Unlike previous native tools, data captured by Query Store will outlive performance changes, failovers, reboots, and even SQL upgrades because data is stored in tables inside each database. There is minimal I/O impact since the data collected is stored in memory then asynchronously persisted to disk. Query Store basically gathers two important parts of historical query information, great for proactive and reactive performance tuning. First, we have plan details with stats detailing if a seek or scan was performed and the number of plans our queries have in cache. Then we have runtime stats like start time, CPU, duration, IO, compile counts, and much more. We can use t-sql or the GUI to filter and analyze our data based on the initial complaint(s) of degraded performance or proactive performance tuning.
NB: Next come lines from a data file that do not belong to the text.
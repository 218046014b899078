import { checkScoringModel } from "./check-scoring-model.js";
import { ColumnBinder } from "./column-binder.js";
import type { ColumnarBatch } from "./columnar-batch.js";
import { compileForest, type CompiledForest } from "./compile-forest.js";
import { allocateRowBlock } from "./allocate-row-block.js";
import { chunkRows } from "./chunk-rows.js";
import { compileInputs, type InputPlan } from "./compile-inputs.js";
import { encodedLayout, type EncodedLayout } from "./encoded-layout.js";
import { fillItem, type ItemScratch } from "./fill-item.js";
import { forestKernel } from "./forest-kernel.js";
import type { EncodedBatch, ScoringModel } from "./model-types.js";
import type { ScoreItem } from "./score-item.js";
import { VirtualSlots } from "./virtual-slots.js";
import { ScorerError } from "./scorer-error.js";
import { clipStandardized } from "./clip-standardized.js";

/** Output space for encode: offsets of at least rowCount + 1 entries, index and value of at least rowCount * maxEntriesPerRow. */
export interface EncodedBuffers {
  readonly offsets: Uint32Array;
  readonly index: Int32Array;
  /** null when the encoding has no standardized numerics (every entry is 1). */
  readonly value: Float64Array | null;
}

/**
 * Encodes rows into the heads' sparse input (EncodedBatch, CSR), exactly as the
 * scorer reads them: per row, the encoded index of the leaf every tree reaches
 * (forest by forest, tree by tree), then the hashed buckets of the present
 * categorical values and crosses (sorted; two features landing in one bucket
 * give two equal entries, so the dot product counts it twice), then the
 * standardized numerics that are present and finite, with their values. Rows
 * are therefore ascending in index. Entries are 1 except the standardized
 * numerics; `value` is null when there are none.
 *
 * Given output buffers (see allocate), encoding allocates nothing per row.
 * For the FTRL heads: train on encode(batch) and the scorer computes the same
 * features at serving time.
 *
 * @example
 * const encoder = new RowEncoder({ contract, forests, encoding });
 * const buffers = encoder.allocate(65536);
 * const encoded = encoder.encode(batch, buffers); // batch.rowCount <= 65536
 * // row r: encoded.index[encoded.offsets[r] .. encoded.offsets[r + 1])
 */
export class RowEncoder {
  readonly layout: EncodedLayout;
  /** The most entries a row can have: trees + hashed features + standardized numerics. */
  readonly maxEntriesPerRow: number;
  private readonly plan: InputPlan;
  private readonly forests: readonly CompiledForest[];
  private readonly binder: ColumnBinder;
  private readonly hasValues: boolean;
  private readonly chunk: number;
  private readonly block: Float64Array;
  private readonly codes: Int32Array;
  private readonly slots: Int32Array;
  private readonly hashedSlots: Int32Array;
  private readonly scratch: ItemScratch;

  /** Checks the model (throws a ScorerError naming every problem) and compiles its forests. */
  constructor(model: Pick<ScoringModel, "contract" | "forests" | "encoding">) {
    const issues = checkScoringModel({ ...model, heads: [], valueWeights: [] });
    if (issues.length > 0) throw new ScorerError("model", issues);
    this.layout = encodedLayout(model.forests, model.encoding);
    const virtual = VirtualSlots.plan(model.forests, model.contract);
    this.forests = model.forests.map((forest) => compileForest(forest, model.contract, virtual));
    this.plan = compileInputs(model.contract, model.encoding, this.layout, virtual);
    this.binder = new ColumnBinder(this.plan);
    this.hasValues = model.encoding.numeric.length > 0;
    this.maxEntriesPerRow =
      this.layout.treeCount + this.plan.hashedSlotCount + model.encoding.numeric.length;
    this.chunk = chunkRows(this.plan.stride);
    this.block = allocateRowBlock(this.plan, this.chunk);
    this.codes = new Int32Array(this.chunk * this.plan.stride);
    this.slots = new Int32Array(this.chunk * Math.max(1, this.layout.treeCount));
    this.hashedSlots = new Int32Array(this.chunk * Math.max(1, this.plan.hashedSlotCount));
    this.scratch = {
      texts: this.plan.categoricalNames.map(() => null),
      parts: new Array<string>(8).fill(""),
    };
  }

  /** Output buffers large enough for `rowCount` rows. */
  allocate(rowCount: number): EncodedBuffers {
    const entries = rowCount * this.maxEntriesPerRow;
    return {
      offsets: new Uint32Array(rowCount + 1),
      index: new Int32Array(entries),
      value: this.hasValues ? new Float64Array(entries) : null,
    };
  }

  /** Encodes a columnar batch (see ColumnarBatch); into `out` when given. */
  encode(batch: ColumnarBatch, out?: EncodedBuffers): EncodedBatch {
    const bound = this.binder.bind(batch);
    const buffers = this.buffersFor(bound.rowCount, out);
    let position = 0;
    for (let start = 0; start < bound.rowCount; start += this.chunk) {
      const count = Math.min(this.chunk, bound.rowCount - start);
      this.binder.fill(
        bound,
        start,
        count,
        this.block,
        this.codes,
        this.hashedSlots,
        this.scratch.parts,
      );
      position = this.writeChunk(count, start, position, buffers);
    }
    buffers.offsets[bound.rowCount] = position;
    return {
      rowCount: bound.rowCount,
      offsets: buffers.offsets,
      index: buffers.index,
      value: buffers.value,
    };
  }

  /** Encodes a list of items (read as Scorer.scoreOne reads them); into `out` when given. */
  encodeItems(items: readonly ScoreItem[], out?: EncodedBuffers): EncodedBatch {
    const buffers = this.buffersFor(items.length, out);
    let position = 0;
    for (let start = 0; start < items.length; start += this.chunk) {
      const count = Math.min(this.chunk, items.length - start);
      for (let i = 0; i < count; i++)
        fillItem(
          this.plan,
          items[start + i],
          this.block,
          this.codes,
          this.hashedSlots,
          i,
          this.scratch,
        );
      position = this.writeChunk(count, start, position, buffers);
    }
    buffers.offsets[items.length] = position;
    return {
      rowCount: items.length,
      offsets: buffers.offsets,
      index: buffers.index,
      value: buffers.value,
    };
  }

  private buffersFor(rowCount: number, out: EncodedBuffers | undefined): EncodedBuffers {
    if (out === undefined) return this.allocate(rowCount);
    const entries = rowCount * this.maxEntriesPerRow;
    if (
      out.offsets.length < rowCount + 1 ||
      out.index.length < entries ||
      (this.hasValues && (out.value === null || out.value.length < entries))
    ) {
      throw new ScorerError("encode", [
        {
          code: "buffer_size",
          path: "",
          message: `expected buffers for ${rowCount} rows (offsets ${rowCount + 1}, entries ${entries}${this.hasValues ? " with values" : ""}), found offsets ${out.offsets.length}, entries ${out.index.length}`,
        },
      ]);
    }
    return out;
  }

  /** Traverses and writes rows [start, start + count) from the filled chunk; returns the next free position. */
  private writeChunk(count: number, start: number, position: number, out: EncodedBuffers): number {
    const { plan, layout, slots, hashedSlots, block } = this;
    const treeCount = layout.treeCount;
    let treeOffset = 0;
    for (let f = 0; f < this.forests.length; f++) {
      const forest = this.forests[f];
      forestKernel(
        forest,
        block,
        this.codes,
        plan.stride,
        count,
        slots,
        treeCount,
        treeOffset,
        layout.leafOffset[f],
        forest.leaves,
      );
      treeOffset += forest.treeCount;
    }
    const { offsets, index, value } = out;
    const K = plan.hashedSlotCount;
    const standardized = plan.standardizedFeature;
    let p = position;
    for (let i = 0; i < count; i++) {
      offsets[start + i] = p;
      for (let t = 0; t < treeCount; t++) index[p + t] = slots[i * treeCount + t];
      if (value !== null) value.fill(1, p, p + treeCount);
      p += treeCount;
      // Present hashed buckets, insertion-sorted (a handful per row).
      const first = p;
      for (let k = 0; k < K; k++) {
        const slot = hashedSlots[i * K + k];
        if (slot < 0) continue;
        let at = p;
        while (at > first && index[at - 1] > slot) {
          index[at] = index[at - 1];
          at--;
        }
        index[at] = slot;
        if (value !== null) value[p] = 1;
        p++;
      }
      for (let j = 0; j < standardized.length; j++) {
        const x = block[i * plan.stride + standardized[j]];
        if (!Number.isFinite(x) || value === null) continue;
        index[p] = plan.numericOffset + j;
        value[p] = clipStandardized(x, plan.mean[j], plan.std[j]);
        p++;
      }
    }
    return p;
  }
}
Query Store is not enabled by default but can be used by anybody with view database state permission. Once inside, we can review our data and identify queries with multiple plans that have regressed over time or are parameter sensitive. We can override the query optimizer’s preferred query plan by forcing query execution plans for specific queries. If needed, we can even compare activity over different time frames and search based on a sproc that ran a query. SQL Server 2019 Query Store can include wait stats too. Once we have pinpointed the queries negatively impacting performance, we can easily take a full backup of any Query Store enabled database then restore it to a lower level environment for tuning. Now we have the history, along with the plans and statistics from our queries available for testing and troubleshooting.

Important Query Store Configurations

As with most tools, we can modify the configurations to suit your workload better, so here are a few configs to keep in mind. Trace flag 7745 by default will flush data to disk every 15 minutes and TF7752 to improve Query Store load times when SQL Server is rebooted. The default cleanup mode is “Auto,” which will prevent Query Store from running out of storage space. If we exceed Query Stores max size, this will automatically switch from the default setting of read/write mode to read-only, preventing new query data collections. Capture mode is another configuration with a default setting of “All,” which will capture all queries. However, for your environment using “Auto,” which will capture infrequent queries with insignificant compiles, or creating a custom data collection policy may be best.

Performance tuning is a process of elimination that often leads back to our queries. Query Store will make this process much more efficient with the historical data it captures. If you’re on SQL 2016, enable Query Store, and if you’re not, what are you waiting for?